** Input records follows **
class NetworkSystem {
 public:
  // Builds the structure for all loops of `cs` and clones its models. The
  // Case must outlive this.
  explicit NetworkSystem(const Case& cs);

  int NumUnknowns() const { return n_; }
  const std::vector<Branch>& branches() const { return branches_; }
  const std::vector<NodeRef>& nodes() const { return nodes_; }
  const Case& case_spec() const { return case_; }

  // Resets the working models and fluids to the case's values and applies
  // the point's state: parts swapped in, parameter values, oil anchors, loop
  // states (rho, mu at the loop temperature), boundary pressures.
  void SetState(const PointState& st);
  // The working model of branch k (the state's values are in its params()),
  // copied from its source on the first call; the model a branch evaluates
  // is branches()[k].model (the source until then).
  Component* working_model(int k);
  // Component::FollowStream on branch k's model: on its working copy when it
  // has one; else on a new copy, kept only where the stream changed a
  // parameter (a model that does not follow its stream, such as a bearing
  // of fixed eccentricity or any line, stays shared).
  void FollowStream(int k, const StreamState& s);
  // What branch k's working model was cloned from: the case's model or a
  // part candidate's (both owned by the case), and its type.
  const Component* model_source(int k) const { return source_.empty() ? Spec(k).model.get() : source_[k]; }
  const ComponentType* branch_type(int k) const { return type_.empty() ? Spec(k).type_info : type_[k]; }
  // The fluid of loop l at the present point (a bound oil's anchors applied).
  const Fluid& loop_fluid(int l) const { return *loop_fluid_[l]; }
  const FluidPtr& loop_fluid_ptr(int l) const { return loop_fluid_[l]; }
  // Descriptions of this system's answers are for the checks alone
  // (BranchResult::for_checks_only): set by a tolerance study's samples.
  void set_for_checks_only(bool v) { for_checks_only_ = v; }
  bool for_checks_only() const { return for_checks_only_; }

  const std::vector<LoopState>& loop_states() const { return loop_states_; }
  // Per-branch fluid state; SetState sets every branch to its loop's state,
  // the thermal solve then sets each branch at its own temperature. Held
  // per branch only once a branch is set apart from its loop (an isothermal
  // system reads its loops' states).
  void SetBranchFluid(int k, double rho, double mu);
  const BranchFluid& branch_fluid(int k) const {
    return branch_fluid_.empty() ? loop_fluid_state_[branches_[k].loop] : branch_fluid_[k];
  }
  const BranchFluid& loop_fluid_state(int l) const { return loop_fluid_state_[l]; }
  bool has_branch_fluids() const { return !branch_fluid_.empty(); }
  // The global index of loop l's first node.
  int loop_node_offset(int l) const { return loop_node_offset_[l]; }

  // z(from) - z(to) of branch b [m].
  double Dz(const Branch& b) const { return nodes_[b.from_node].elevation - nodes_[b.to_node].elevation; }

  // Gauge pressure of node g given the unknowns.
  double NodePressure(int g, const Eigen::VectorXd& u) const {
    return nodes_[g].unknown >= 0 ? u[nodes_[g].unknown] : BoundaryPressure(nodes_[g].unknown);
  }

  // Residuals F(u). With largest_flow, also the largest volume flow of any
  // branch, max |m| / rho(loop) (0 when none is finite), taken in the same
  // sweep: the solver's flow scale needs no pass of its own.
  void Residuals(const Eigen::VectorXd& u, Eigen::VectorXd* r, double* largest_flow = nullptr) const;
  // Residuals and the local derivatives of every law row (what jacobian()
  // and ReducedNewtonStep read).
  void ResidualsAndJacobian(const Eigen::VectorXd& u, Eigen::VectorXd* r, double* largest_flow = nullptr);
  // The Jacobian at the state of the last ResidualsAndJacobian, in a fixed
  // pattern (built on the first call; the same values, bit for bit, as the
  // law rows' derivatives).
  const Eigen::SparseMatrix<double>& jacobian() const;

  // Residual scale of each row (Pa, m3/s or kg/s units), for the merit
  // function and the convergence test.
  enum class RowKind : unsigned char { kPressure, kVolumeFlow, kMassBalance };
  const std::vector<RowKind>& row_kinds() const { return row_kinds_; }

  // The Newton step du solving J du = r (r, J from the last
  // ResidualsAndJacobian) by eliminating every branch's flow and internal
  // unknowns locally and solving the node-pressure system that remains:
  //   K dp = rhs,  K = sum over branches of G_b (e_from - e_to)(e_from - e_to)^T
  // with G_b = -d(m_b)/d(dp_b) >= 0 from the branch's own linearised law:
  // the exact Schur complement of the flow block (the nodal "gradient"
  // formulation of pipe networks, Todini & Pilati 1988). K is symmetric and,
  // when every free node reaches a boundary through branches with G_b > 0,
  // positive definite; its symbolic Cholesky factorisation is done once.
  // Returns false (the caller falls back to sparse LU of J) when a branch's
  // flow block is singular or K is not positive definite.
  // With g_floor (per branch, kg/(s.Pa)), each G_b is raised to at least its
  // floor: a tilted step for the co-content Newton (network/point/nodal.cpp),
  // no longer the exact Newton step.
  bool ReducedNewtonStep(const Eigen::VectorXd& r, Eigen::VectorXd* du, const double* g_floor = nullptr);
  // d(law residual)/d(mass flow) of branch k's first law row at the state of
  // the last ResidualsAndJacobian.
  double LawFlowDerivative(int k) const { return blocks_[branches_[k].row0].a_m; }

  // Frees what only the Newton iteration uses (the law rows' derivatives,
  // the node-pressure matrix and its factorisation, the full Jacobian, the
  // step's work vectors): a one-shot solve calls it before its result is
  // collected. Rebuilt by the next call that needs them (EnsureWork).
  void ReleaseWork();

  // A branch whose law reads its outlet pressure (a pressure-reducing
  // valve) with both ends at free nodes: its flow depends on p(to) beyond the
  // drop, so the node-pressure matrix is not symmetric and the network's
  // residuals are not the gradient of a co-content (network/point/nodal.cpp).
  // With one end at a boundary the branch touches one free pressure and
  // stays reciprocal.
  bool HasNonReciprocalBranch() const;

  // Linearised (laminar) starting guess.
  void StartingGuess(Eigen::VectorXd* u);

  // One branch alone, for the least-squares fallback: vals = {p_from, p_to,
  // m, x0, x1} (boundary pressures are taken from the point, whatever vals
  // holds there); r gets 1 + nint residuals; J (if not null) the row-major
  // (1 + nint) x (3 + kMaxInternal) derivatives.
  void EvaluateBranch(int k, const double* vals, double* r, double* J) const;
  // Density of the loop a row belongs to [kg/m3] (by RowOwner: a
  // diagnosis's; the iteration reads loop_states()[loop].rho of a branch or
  // node it has at hand).
  double RowDensity(int row) const;

  // Name of the equation or unknown at an index, for diagnoses.
  std::string RowName(int row) const;
  std::string UnknownName(int col) const;
  // Branch index of a law row (>= 0), or -1 - (global node) of a mass row.
  // Its table is made by the first call (a failure's diagnosis): a solve
  // that converges never holds it.
  int RowOwner(int row) const;

 private:
  bool for_checks_only_ = false;
  struct RowBlock;
  void NumberNodes();
  void AddBranches(int* unknown);
  void NumberRows();
  void BuildJacobianPattern() const;
  void BuildReducedPattern();
  Eigen::SparseMatrix<double> LowerPattern() const;
  // Law residuals of every branch (with their local derivatives into
  // `blocks` when kJacobian), then the mass balances.
  // Returns the largest volume flow of any branch (see Residuals).
  template <bool kJacobian>
  double EvaluateAll(const Eigen::VectorXd& u, Eigen::VectorXd* r, RowBlock* blocks,
                     std::array<double, kMaxInternal>* blocks_x, double* a_sense) const;
  // Solves the branch's local block A_y [w_r w_p] = [r_b a_dp] (Gaussian
  // elimination with partial pivoting); false when singular or not finite.
  bool SolveLocalBlock(size_t k, const Eigen::VectorXd& r, double* w_r, double* w_p) const;
  // Branch k's step pairs (w_r, w_p) per law row from r and the law rows'
  // derivatives (its local block, and a sensing law's outlet term); false
  // when they cannot be formed. A function of r and the derivatives alone:
  // the back-substitution forms them again, with the same bits, instead of
  // holding them (two doubles per law row) from the assembly.
  bool BranchStep(size_t k, const Eigen::VectorXd& r, double* w_r, double* w_p) const;
  // The step's outlet term of a branch whose law reads p(to); false when it
  // cannot be folded into a symmetric conductance (see system.cpp).
  bool SensedOutletStep(const Branch& b, double* w_p) const;
  void UseModel(size_t k, const Component* source, const ComponentType* type);
  void ApplyFluids(const PointState& st);
  // Sets the fluid state of every loop (rho, mu at its temperature) and
  // every branch's to its loop's (SetState).
  void SetLoopStates(const std::vector<LoopState>& loops);
  // The pressure at the boundary end of a branch (p: its p_from or p_to < 0).
  double BoundaryPressure(int p) const { return boundary_p_[-1 - p]; }
  // The case's component of branch k.
  const ComponentSpec& Spec(int k) const { return case_.loops[branches_[k].loop].components[branches_[k].comp]; }
  // Branch k's working copy (null: none, the branch evaluates its source),
  // and a new one set (models_ is empty until the first copy).
  Component* Copy(size_t k) const { return models_.empty() ? nullptr : models_[k].get(); }
  void SetCopy(size_t k, std::unique_ptr<Component> copy);
  // Sizes what ReleaseWork freed (and the construction's first sizing).
  void EnsureWork();
  // A branch's fluid state in the sweeps: `per_branch` is branch_fluid_'s
  // data, or null when the branches take their loop's.
  const BranchFluid& FluidOf(const BranchFluid* per_branch, size_t k, const Branch& b) const {
    return per_branch ? per_branch[k] : loop_fluid_state_[b.loop];
  }

  const Case& case_;
  // Working copies, per branch (null: none yet; empty: none at all).
  std::vector<std::unique_ptr<Component>> models_;
  // What each branch's model is (the case's component or a part swapped
  // in) and its type: empty while every branch has the case's own.
  std::vector<const Component*> source_;
  std::vector<const ComponentType*> type_;
  std::vector<FluidPtr> loop_fluid_;                // per loop
  std::vector<std::pair<double, double>> oil_anchor_;  // per fluid binding: anchors of its working oil
  std::vector<FluidPtr> oil_;                       // per fluid binding: the working oil
  int n_ = 0;
  std::vector<Branch> branches_;
  std::vector<NodeRef> nodes_;
  std::vector<int> loop_node_offset_;
  std::vector<LoopState> loop_states_;
  std::vector<double> boundary_p_;  // per boundary node (NodeRef::unknown = -1 - its index)
  std::vector<BranchFluid> branch_fluid_;     // per branch, once one is set apart (SetBranchFluid)
  std::vector<BranchFluid> loop_fluid_state_;  // per loop: rho, mu of loop_states_
  std::vector<RowKind> row_kinds_;
  mutable std::vector<int> row_owner_;  // RowOwner's table, made on its first call
  // The full Jacobian, built by jacobian() on demand: its pattern, and per
  // law row the value slots of {p_from, p_to, m, x0, x1} (-1: absent).
  mutable Eigen::SparseMatrix<double> jac_;
  mutable std::vector<std::array<int, 3 + kMaxInternal>> jac_slot_;
  mutable bool jac_built_ = false;
  // Local derivatives saved by ResidualsAndJacobian, one per law row (a
  // branch's rows are row0 .. row0 + nint, so a branch without internal
  // unknowns keeps one, 16 bytes): a_dp = dr/d(dp), a_m = dr/dm; and
  // a_x[i] = dr/dx_i in blocks_x_, held only when a branch has internal
  // unknowns. The starting guess keeps each branch's linearisation (g, m0)
  // in its first row's block until the first ResidualsAndJacobian.
  struct RowBlock {
    double a_dp;
    double a_m;
  };
  std::vector<RowBlock> blocks_;
  std::vector<std::array<double, kMaxInternal>> blocks_x_;
  bool has_internal_ = false;  // a branch with internal unknowns (blocks_x_ is used)
  bool has_sensing_ = false;   // a branch whose law reads p(to) (a_sense_ is used)
  // dr/d p_out of each law row of a sensing branch (Component::SensesOutlet;
  // zero elsewhere), from the last ResidualsAndJacobian; held only when a
  // branch senses.
  std::vector<double> a_sense_;
  // Reduced node-pressure system K, held as Eigen's SimplicialLDLT
  // factorises it: permuted by the fill-reducing ordering (found once at
  // construction: a large forest's reverse breadth-first order, else AMD;
  // network/point/tree_ordering.h), P K P^T, upper triangle, in the entry order of
  // Eigen's own permutation. Assembled there directly, K is factorised with
  // no copy per step, and with the same bits as factorize(K) (the same
  // matrix, entry for entry).
  class PermutedLDLT
      : public Eigen::SimplicialLDLT<Eigen::SparseMatrix<double>, Eigen::Lower, TreeOrAmdOrdering> {
   public:
    void FactorizePermuted(const Eigen::SparseMatrix<double>& kp) { this->template factorize_preordered<true>(kp); }
    // D of L D L^T, by reference (vectorD() returns a copy).
    const Eigen::VectorXd& Diagonal() const { return this->m_diag; }
    // solve(b) in bx (b on entry, x on return) through the work vector *w:
    // Eigen's own steps (SimplicialCholeskyBase::_solve_impl, the same
    // operations, the same bits), with the last permutation written from *w
    // instead of in place, which would allocate a mask on every solve.
    void SolveInPlace(Eigen::Ref<Eigen::VectorXd> bx, Eigen::VectorXd* w) const {
      const bool permuted = this->permutationP().size() > 0;
      if (permuted) w->noalias() = this->permutationP() * bx;
      else *w = bx;
      if (this->matrixL().nestedExpression().nonZeros() > 0) this->matrixL().solveInPlace(*w);
      const auto& d = Diagonal();  // D^-1 w, coefficient by coefficient as Eigen's diagonal product
      for (Eigen::Index i = 0; i < d.size(); ++i) (*w)[i] = (1.0 / d[i]) * (*w)[i];
      if (this->matrixU().nestedExpression().nonZeros() > 0) this->matrixU().solveInPlace(*w);
      if (permuted) bx.noalias() = this->permutationPinv() * *w;
      else bx = *w;
    }
    // analyzePattern(k) (k: lower triangle) that keeps the permuted matrix
    // P K P^T (upper triangle, k's values carried along) in *kp: the one
    // permutation the analysis makes anyway, not a second one.
    void AnalyzeInto(const Eigen::SparseMatrix<double>& k, Eigen::SparseMatrix<double>* kp) {
      const Eigen::SparseMatrix<double>* permuted = nullptr;
      this->ordering(k, permuted, *kp);
      this->analyzePattern_preordered(*permuted, true);
    }
  };
  int nfree_ = 0;
  Eigen::SparseMatrix<double> kp_;  // P K P^T, upper triangle
  std::vector<int> kslot_;          // per branch its (a,b) slot of kp_, -1 absent (the diagonals: kdiag_)
  std::vector<int> kdiag_;          // per free node, its diagonal slot of kp_
  PermutedLDLT ldlt_;
  // Zeroes kp_ and returns its values; K = sum over branches of
  // g_b (e_from - e_to)(e_from - e_to)^T is then added branch by branch.
  double* ZeroK();
  // Adds branch k's conductance g to K's values kv (its slots in kp_).
  void AddConductance(const Branch& b, size_t k, double g, double* kv) const {
    if (b.p_from >= 0) kv[kdiag_[b.p_from]] += g;
    if (b.p_to >= 0) kv[kdiag_[b.p_to]] += g;
    if (kslot_[k] >= 0) kv[kslot_[k]] -= g;
  }
  // The node-pressure solve's work vector (its right side and answer are
  // held in the caller's vector: the step's or the guess's first nfree_
  // entries, the node pressures).
  Eigen::VectorXd solve_work_;
};

}  // namespace loopwright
** End of Input records **
# Task prompt
An exact copy of the lines from the one with "int nfree_ = 0;" to the final line of the entries is all that the answer should hold.

# Solution
  int nfree_ = 0;
  Eigen::SparseMatrix<double> kp_;  // P K P^T, upper triangle
  std::vector<int> kslot_;          // per branch its (a,b) slot of kp_, -1 absent (the diagonals: kdiag_)
  std::vector<int> kdiag_;          // per free node, its diagonal slot of kp_
  PermutedLDLT ldlt_;
  // Zeroes kp_ and returns its values; K = sum over branches of
  // g_b (e_from - e_to)(e_from - e_to)^T is then added branch by branch.
  double* ZeroK();
  // Adds branch k's conductance g to K's values kv (its slots in kp_).
  void AddConductance(const Branch& b, size_t k, double g, double* kv) const {
    if (b.p_from >= 0) kv[kdiag_[b.p_from]] += g;
    if (b.p_to >= 0) kv[kdiag_[b.p_to]] += g;
    if (kslot_[k] >= 0) kv[kslot_[k]] -= g;
  }
  // The node-pressure solve's work vector (its right side and answer are
  // held in the caller's vector: the step's or the guess's first nfree_
  // entries, the node pressures).
  Eigen::VectorXd solve_work_;
};

}  // namespace loopwright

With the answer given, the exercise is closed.